Saved data entries
+--
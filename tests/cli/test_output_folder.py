"""A bad --out is refused before any solve: exit 1, one line naming the path and what is expected.

The contract is the project's own (README "Commands": exit 1 with one line naming what is wrong);
the check tries the folder (makes a file in it) instead of reading permission bits, since root
ignores those.
"""
from __future__ import annotations

import os
import subprocess
import sys
from pathlib import Path

import pytest

from conftest import SHRINK, SMALL, cli

COMMANDS = {
    "run": lambda out: ["run", SMALL, "--out", out],
    "demo": lambda out: ["demo", "--out", out],
    "demo --compare": lambda out: ["demo", "--compare", "--out", out],
    "compare": lambda out: ["compare", SMALL, "--out", out],
    "fit": lambda out: ["fit", SMALL, "--measured", "log.csv", "--out", out],
}
LINUX_PROC = Path("/proc/self").is_dir()


@pytest.fixture
def no_solve(monkeypatch):
    """Every way into a scenario or a solve fails the test if called."""
    import thermo.chain
    import thermo.cli.compare_cmd
    import thermo.fit
    import thermo.scenario

    def started(*args, **kwargs):
        raise AssertionError("a scenario was read or solved before --out was checked")

    for module, name in ((thermo.scenario, "load_scenario"), (thermo.chain, "run_scenario"),
                         (thermo.cli.compare_cmd, "plan_comparison"), (thermo.cli.compare_cmd, "run_comparison"),
                         (thermo.fit, "fit_scenario")):
        monkeypatch.setattr(module, name, started)


def _bad_folders(tmp_path):
    """(case id, --out value, fragment the message must hold) for each kind of bad folder."""
    a_file = tmp_path / "a_file.txt"
    a_file.write_text("not a folder")
    cases = [("empty", "", "--out: empty folder name"),
             ("existing file", str(a_file), f"--out {a_file}: is a file, not a folder"),
             ("folder under a file", str(a_file / "sub" / "out"), f"{a_file} is a file, so no folder can be made under it")]
    if LINUX_PROC:
        # /proc takes no new files or folders, for root too (proc(5))
        cases += [("cannot be made", "/proc/brakeheat_no_such/out", "--out /proc/brakeheat_no_such/out: the folder cannot be made"),
                  ("read-only folder", "/proc", "--out /proc: no file can be written in it")]
    return cases


CASE_IDS = ["empty", "existing file", "folder under a file", "cannot be made", "read-only folder"]


@pytest.mark.parametrize("command", list(COMMANDS))
@pytest.mark.parametrize("case_id", CASE_IDS)
def test_bad_out_exits_1_before_any_solve(command, case_id, tmp_path, no_solve):
    cases = {c[0]: c for c in _bad_folders(tmp_path)}
    if case_id not in cases:
        pytest.skip("needs Linux /proc")
    _, out, fragment = cases[case_id]
    before = sorted(p.name for p in tmp_path.iterdir())
    code, stdout, stderr = cli(COMMANDS[command](out))
    assert code == 1, stderr
    assert stdout == ""
    lines = stderr.splitlines()
    assert len(lines) == 1 and lines[0].startswith("brakeheat: error: ") and "Traceback" not in stderr, stderr
    assert fragment in lines[0] and "expected a folder" in lines[0], lines[0]
    assert sorted(p.name for p in tmp_path.iterdir()) == before      # the check left nothing behind


def test_read_only_folder_by_permission_bits(tmp_path, no_solve):
    if os.geteuid() == 0:
        pytest.skip("root writes into a folder whatever its permission bits (the /proc case covers this)")
    folder = tmp_path / "locked"
    folder.mkdir()
    folder.chmod(0o555)
    try:
        code, _, stderr = cli(["run", SMALL, "--out", folder])
    finally:
        folder.chmod(0o755)
    assert code == 1 and f"--out {folder}: no file can be written in it" in stderr
    assert list(folder.iterdir()) == []


def test_a_good_folder_to_be_made_is_not_made_by_the_check(tmp_path):
    """A folder the check had to make to try it is removed again: a failing command leaves nothing."""
    out = tmp_path / "new" / "deeper"
    code, _, stderr = cli(["run", tmp_path / "missing.toml", "--out", out])
    assert code == 1 and "missing.toml" in stderr and "--out" not in stderr
    assert list(tmp_path.iterdir()) == []


def test_the_installed_command_refuses_a_file_as_out(tmp_path):
    """The real entry point, in its own process (that no solve starts is shown in-process above)."""
    a_file = tmp_path / "results.h5"
    a_file.write_bytes(b"an earlier file")
    done = subprocess.run([sys.executable, "-m", "thermo.cli.main", "run", str(SMALL), *SHRINK, "--out", str(a_file)],
                          capture_output=True, text=True, timeout=120)
    assert done.returncode == 1 and done.stdout == ""
    assert done.stderr.count("\n") == 1 and done.stderr.startswith(f"brakeheat: error: --out {a_file}: is a file")
    assert a_file.read_bytes() == b"an earlier file"
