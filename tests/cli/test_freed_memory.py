"""The console script keeps the memory it frees for its next arrays (``thermo.cli.freed_memory``).

Checked by what the operating system counts: minor page faults (``getrusage``'s ``ru_minflt``, POSIX)
while a fresh interpreter makes and drops 8 MiB of small arrays fifty times, as a run's laps do. By
default glibc trims the freed top of its heap above 128 KiB (its trim threshold, GNU C Library
manual, "Malloc Tunable Parameters"), so every round faults its 2048 pages of 4 KiB in again."""
from __future__ import annotations

import os
import platform
import subprocess
import sys

import pytest

from thermo.cli import main as cli_main
from thermo.cli.freed_memory import keep_freed_memory

CHILD = """
import resource, sys
import numpy as np
from thermo.cli.freed_memory import keep_freed_memory
changed = keep_freed_memory() if sys.argv[1] == "keep" else False
before = resource.getrusage(resource.RUSAGE_SELF).ru_minflt
for _ in range(50):
    arrays = [np.ones(12_800) for _ in range(80)]     # 80 arrays of 100 KiB: 8 MiB on the heap, every page written
    del arrays
print(changed, resource.getrusage(resource.RUSAGE_SELF).ru_minflt - before)
"""


def _faults(mode: str) -> tuple[str, int]:
    done = subprocess.run([sys.executable, "-c", CHILD, mode], capture_output=True, text=True, check=True)
    changed, faults = done.stdout.split()
    return changed, int(faults)


@pytest.mark.skipif(platform.libc_ver()[0] != "glibc", reason="glibc's allocator only")
def test_freed_arrays_are_reused_without_faulting_their_pages_again():
    assert _faults("default")[1] > 50 * 2048 * 0.9            # 2048 pages of 4 KiB a round, fifty rounds
    changed, faults = _faults("keep")
    assert changed == "True"
    assert faults < 2 * 2048                                   # the first round's pages, and little more


def test_the_console_script_keeps_freed_memory_and_main_alone_does_not(monkeypatch):
    called = []
    monkeypatch.setattr("thermo.cli.freed_memory.keep_freed_memory", lambda: called.append(True) or True)
    with pytest.raises(SystemExit):                 # argparse's --version: main itself leaves the allocator
        cli_main.main(["--version"])
    assert called == []
    with pytest.raises(SystemExit) as stop:
        cli_main.command(["--version"])
    assert stop.value.code == 0 and called == [True]


def test_without_glibc_nothing_changes(monkeypatch):
    monkeypatch.setattr(os, "confstr", lambda name: None)          # musl, for one, has no such string
    assert keep_freed_memory() is False
    monkeypatch.setattr(sys, "platform", "darwin")
    assert keep_freed_memory() is False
+--
Activity:
Your answer should consist of copies of the lines above that include the string "stdout".

Solution to the problem:
    code, stdout, stderr = cli(COMMANDS[command](out))
    assert stdout == ""
    assert done.returncode == 1 and done.stdout == ""
    changed, faults = done.stdout.split()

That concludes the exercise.